(Data provided Opens)
// Study design: the reliability draw (reproducible, stratified), dealing the rest, the phase of
// new codings, codebook versions and diffs, training feedback and the progress board.
#include "core/project/annotation_edits.h"
#include "core/project/article_status_edit.h"
#include "core/project/study_design.h"
#include "core/project/testing/project_database.h"
#include "tests/project/study_fixture.h"
#include "tests/support/db_dump.h"

#include <QJsonArray>
#include <QJsonDocument>

#include <map>
#include <random>
#include <set>

using namespace fourfold;
using namespace fourfold::test;

namespace {

struct StudyFixture : ProjectFixture {
    StudyFixture()
    {
        importJsonl(twentyArticles());
        for (const char *p : {"C01", "C02", "C03", "C04"})
            addCoder(QString::fromLatin1(p));
        lead = addCoder(QStringLiteral("L01"), CoderRole::Lead);
    }
    CoderId coder(const char *pseudonym)
    {
        auto c = project.coderByPseudonym(QString::fromLatin1(pseudonym));
        REQUIRE(c);
        REQUIRE(c->has_value());
        return (*c)->id;
    }
    CoderId lead;
};

QString outletOf(int index)
{
    return index <= 10 ? QStringLiteral("A")
        : index <= 16  ? QStringLiteral("B")
                       : QStringLiteral("C");
}

int indexOf(const QString &externalId)
{
    return externalId.mid(1).toInt();
}

// A deliberately plain re-implementation of the documented draw: Fisher–Yates (Durstenfeld's
// form, Knuth TAOCP vol. 2 §3.4.2 Algorithm P) driven by mt19937_64 with rejection sampling.
std::vector<int> referenceShuffle(std::vector<int> items, std::mt19937_64 &engine)
{
    for (std::size_t i = items.size(); i > 1; --i) {
        const std::uint64_t n = i;
        const std::uint64_t limit = (~std::uint64_t(0) - n + 1) % n;
        std::uint64_t r = engine();
        while (r < limit)
            r = engine();
        std::swap(items[i - 1], items[std::size_t(r % n)]);
    }
    return items;
}

DrawRequest request(std::optional<int> size, std::uint64_t seed)
{
    DrawRequest r;
    r.size = size;
    r.seed = seed;
    r.coders = {QStringLiteral("C01"), QStringLiteral("C02"), QStringLiteral("C03")};
    return r;
}

} // namespace

TEST_CASE("mt19937_64, the draw's generator, is the one the C++ standard specifies")
{
    // C++ standard [rand.predef]: the 10000th consecutive invocation of a default-constructed
    // mt19937_64 produces 9981545732273789042.
    std::mt19937_64 engine;
    engine.discard(9999);
    CHECK(engine() == 9981545732273789042ULL);
}

TEST_CASE("a random draw is reproducible from its seed and matches the documented algorithm")
{
    StudyFixture f;
    auto a = StudyDesign::planDraw(f.project, request(5, 20261202));
    REQUIRE(a);
    StudyFixture g;
    auto b = StudyDesign::planDraw(g.project, request(5, 20261202));
    REQUIRE(b);
    CHECK(a->articles == b->articles); // same seed, another project file: the same sample
    CHECK(a->articles.size() == 5);
    CHECK(a->frameArticles == 20);
    CHECK(a->method == QStringLiteral("random"));

    std::mt19937_64 engine(20261202);
    std::vector<int> frame(20);
    for (int i = 0; i < 20; ++i)
        frame[size_t(i)] = i + 1;
    const std::vector<int> shuffled = referenceShuffle(frame, engine);
    std::set<int> expected(shuffled.begin(), shuffled.begin() + 5);
    std::set<int> got;
    for (const QString &id : a->articles)
        got.insert(indexOf(id));
    CHECK(got == expected);

    auto c = StudyDesign::planDraw(f.project, request(5, 7));
    REQUIRE(c);
    CHECK(c->articles != a->articles);

    // Every coder codes every drawn article.
    CHECK(a->plan.rows.size() == 15);
    for (const PlannedAssignment &row : a->plan.rows)
        CHECK(row.phase == Phase::Reliability);
}

TEST_CASE("a stratified draw allocates proportionally by largest remainder")
{
    StudyFixture f;
    DrawRequest r = request(5, 99);
    r.stratify = Stratum::Outlet;
    auto d = StudyDesign::planDraw(f.project, r);
    REQUIRE(d);
    // Hand-computed (Hamilton's method): 5 × 10/20 = 2.5, 5 × 6/20 = 1.5, 5 × 4/20 = 1.0; floors
    // 2 + 1 + 1 = 4, the one left goes to the largest remainder, tie 0.5 / 0.5 to the first key.
    REQUIRE(d->strata.size() == 3);
    CHECK(d->strata[0].key == QStringLiteral("A"));
    CHECK(d->strata[0].frameArticles == 10);
    CHECK(d->strata[0].drawnArticles == 3);
    CHECK(d->strata[1].drawnArticles == 1);
    CHECK(d->strata[2].drawnArticles == 1);
    std::map<QString, int> perOutlet;
    for (const QString &id : d->articles)
        ++perOutlet[outletOf(indexOf(id))];
    CHECK(perOutlet[QStringLiteral("A")] == 3);
    CHECK(perOutlet[QStringLiteral("B")] == 1);
    CHECK(perOutlet[QStringLiteral("C")] == 1);

    // Fraction: ceil(0.5 × 20) = 10 → 5, 3, 2 exactly proportional.
    r.size.reset();
    r.fraction = 0.5;
    r.stratify = Stratum::Language;
    d = StudyDesign::planDraw(f.project, r);
    REQUIRE(d);
    CHECK(d->articles.size() == 10);
    REQUIRE(d->strata.size() == 2);
    CHECK(d->strata[0].key == QStringLiteral("en"));
    CHECK(d->strata[0].frameArticles == 12);
    CHECK(d->strata[0].drawnArticles == 6);
    CHECK(d->strata[1].drawnArticles == 4);

    // Topic from the metadata; articles without one form "(none)". 8 × (4, 9, 7)/20 = 1.6, 3.6,
    // 2.8 → floors 1, 3, 2 = 6; remainders .6, .6, .8 → wind, then "(none)" (tie, key order).
    r.fraction.reset();
    r.size = 8;
    r.stratify = Stratum::Topic;
    d = StudyDesign::planDraw(f.project, r);
    REQUIRE(d);
    REQUIRE(d->strata.size() == 3);
    CHECK(d->strata[0].key == QStringLiteral("(none)"));
    CHECK(d->strata[0].drawnArticles == 2);
    CHECK(d->strata[1].key == QStringLiteral("ferry"));
    CHECK(d->strata[1].drawnArticles == 3);
    CHECK(d->strata[2].key == QStringLiteral("wind"));
    CHECK(d->strata[2].drawnArticles == 3);
    int none = 0;
    for (const QString &id : d->articles)
        none += indexOf(id) > 16 ? 1 : 0;
    CHECK(none == 2);
}

TEST_CASE("the draw shows Krippendorff's minimum next to what it delivers")
{
    StudyFixture f;
    auto d = StudyDesign::planDraw(f.project, request(4, 3));
    REQUIRE(d);
    // Krippendorff (2004, §11.4; his table): alpha_min .800, p = .05, four equally frequent
    // values (pc = .25) need 139 values.
    CHECK(d->advice.minimumValues == 139);
    // Every fixture article has 2 paragraphs and 3 sentences; 4 articles × 3 coders.
    CHECK(d->advice.articleValues == 12);
    CHECK(d->advice.paragraphValues == 24);
    CHECK(d->advice.sentenceValues == 36);
    CHECK(d->advice.sufficientUnits.isEmpty());
}

TEST_CASE("committing a draw records it; a second draw and bad requests change nothing")
{
    StudyFixture f;
    auto d = StudyDesign::planDraw(f.project, request(5, 11));
    REQUIRE(d);
    REQUIRE(StudyDesign::commitDraw(f.project, *d));
    CHECK_FALSE(d->drawnAt.isEmpty());
    auto rows = StudyDesign::assignmentRows(f.project, Phase::Reliability);
    REQUIRE(rows);
    CHECK(rows->size() == 15);
    auto recorded = StudyDesign::recordedDraw(f.project, Phase::Reliability);
    REQUIRE(recorded);
    REQUIRE(recorded->has_value());
    CHECK((*recorded)->articles == d->articles);
    CHECK((*recorded)->seed == 11);
    CHECK((*recorded)->coders == d->coders);
    CHECK((*recorded)->advice.minimumValues == 139);

    const auto before = dumpDatabase(databaseForTesting(f.project));
    auto again = StudyDesign::planDraw(f.project, request(5, 12));
    REQUIRE_FALSE(again);
    CHECK(again.error().code == ErrorCode::Duplicate);
    CHECK(StudyDesign::commitDraw(f.project, *d).error().code == ErrorCode::Duplicate);

    DrawRequest bad = request(5, 1);
    bad.phase = Phase::Pilot;
    bad.coders << QStringLiteral("C99");
    auto unknown = StudyDesign::planDraw(f.project, bad);
    REQUIRE_FALSE(unknown);
    CHECK(unknown.error().code == ErrorCode::NotFound);
    CHECK(unknown.error().message.contains(QStringLiteral("C99")));
    bad = request(30, 1);
    bad.phase = Phase::Pilot;
    CHECK(StudyDesign::planDraw(f.project, bad).error().code == ErrorCode::InvalidArgument);
    bad = request(std::nullopt, 1);
    bad.phase = Phase::Pilot;
    CHECK(StudyDesign::planDraw(f.project, bad).error().code == ErrorCode::InvalidArgument);
    bad = request(3, 1);
    bad.phase = Phase::Production;
    CHECK(StudyDesign::planDraw(f.project, bad).error().code == ErrorCode::InvalidArgument);
    CHECK(dumpDatabase(databaseForTesting(f.project)) == before);

    // A failing plan writes nothing: the second row is a duplicate of the first.
    AssignmentPlan plan {{{QStringLiteral("a20"), QStringLiteral("C04"), Phase::Production},
        {QStringLiteral("a20"), QStringLiteral("C04"), Phase::Production}}};
    CHECK(StudyDesign::commitPlan(f.project, plan).error().code == ErrorCode::Duplicate);
    CHECK(dumpDatabase(databaseForTesting(f.project)) == before);
}

TEST_CASE("training and pilot articles stay out of the reliability frame")
{
    StudyFixture f;
    auto training = StudyDesign::planArticles(f.project, Phase::Training,
        {QStringLiteral("a01"), QStringLiteral("a02")}, {QStringLiteral("C01")});
    REQUIRE(training);
    REQUIRE(StudyDesign::commitPlan(f.project, *training));
    auto pilot = StudyDesign::planArticles(
        f.project, Phase::Pilot, {QStringLiteral("a03")}, {QStringLiteral("C02")});
    REQUIRE(pilot);
    REQUIRE(StudyDesign::commitPlan(f.project, *pilot));
    auto d = StudyDesign::planDraw(f.project, request(17, 5));
    REQUIRE(d);
    CHECK(d->frameArticles == 17);
    for (const char *id : {"a01", "a02", "a03"})
        CHECK_FALSE(d->articles.contains(QString::fromLatin1(id)));
    // A pilot drawn after the reliability subsample leaves the reliability articles out too.
    REQUIRE(StudyDesign::commitDraw(f.project, *d));
    DrawRequest pilotRequest = request(3, 5);
    pilotRequest.phase = Phase::Pilot;
    CHECK(StudyDesign::planDraw(f.project, pilotRequest).error().code
        == ErrorCode::InvalidArgument); // 3 articles from an empty frame
    // Planning the same articles again plans nothing new.
    auto repeat = StudyDesign::planArticles(f.project, Phase::Training,
        {QStringLiteral("a01"), QStringLiteral("a02")}, {QStringLiteral("C01")});
    REQUIRE(repeat);
    CHECK(repeat->rows.empty());
    CHECK(StudyDesign::planArticles(
              f.project, Phase::Training, {QStringLiteral("zz")}, {QStringLiteral("C01")})
              .error()
              .code
        == ErrorCode::NotFound);
}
(Data provided Closes)
What you will do: Go through the records and copy each line with "shuffled" in it.

Finished exercise:
    const std::vector<int> shuffled = referenceShuffle(frame, engine);
    std::set<int> expected(shuffled.begin(), shuffled.begin() + 5);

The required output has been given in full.